START RECORDS SUPPLIED

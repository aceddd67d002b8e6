import type { FoundAxis } from '../../../shared/schemas/found'
import { axisOf } from '../found-axes'
import { LayerRefused } from '../layer-refused'
import { packingOf, unpackInPlace } from './cf-packing'
import type { Axis } from './cf-place'
import type { Role } from './cf-roles'
import { coordinateOf } from './cf-roles'
import { maxAxisLength } from './limits'
import { type RawNetcdf, type RawVariable, textOf } from './raw-netcdf'

const roles: Record<Role, FoundAxis['role']> = { latitude: 'latitude', longitude: 'longitude', time: 'time', vertical: 'level', projected: 'projected' }

/** What the file says of the dimensions of its variables; each coordinate is read once. */
export class CfAxes {
  private readonly read = new Map<string, Float64Array | null>()

  constructor(private readonly file: RawNetcdf) {}

  of({ dimensions }: RawVariable, axes: readonly (Axis | null)[]): FoundAxis[] {
    return dimensions.map(({ name, size }, at) => {
      const axis = axes[at]
      const coordinate = axis?.coordinate ?? coordinateOf(this.file, name)
      const unit = coordinate && textOf(coordinate.attributes, 'units')
      return axisOf(name, size, axis ? roles[axis.role] : 'other', unit, coordinate && this.values(coordinate), coordinate?.name ?? null)
    })
  }

  /** Null where the coordinate cannot be read back: what depends on it says so. */
  private values(coordinate: RawVariable): Float64Array | null {
    const known = this.read.get(coordinate.name)
    if (known !== undefined) return known
    const values = this.valuesOf(coordinate)
    this.read.set(coordinate.name, values)
    return values
  }

  private valuesOf(coordinate: RawVariable): Float64Array | null {
    const length = coordinate.dimensions[0]!.size
    if (coordinate.type === null || length === 0 || length > maxAxisLength) return null
    try {
      const values = this.file.read(coordinate, [0], [length])
      unpackInPlace(values, packingOf(coordinate))
      return values
    } catch (error) {
      if (error instanceof LayerRefused) return null
      throw error
    }
  }
}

END RECORDS SUPPLIED

* TASK DESCRIPTION
Please report every line in the entries above that holds the string "from".

* WRITTEN SOLUTION
import type { FoundAxis } from '../../../shared/schemas/found'
import { axisOf } from '../found-axes'
import { LayerRefused } from '../layer-refused'
import { packingOf, unpackInPlace } from './cf-packing'
import type { Axis } from './cf-place'
import type { Role } from './cf-roles'
import { coordinateOf } from './cf-roles'
import { maxAxisLength } from './limits'
import { type RawNetcdf, type RawVariable, textOf } from './raw-netcdf'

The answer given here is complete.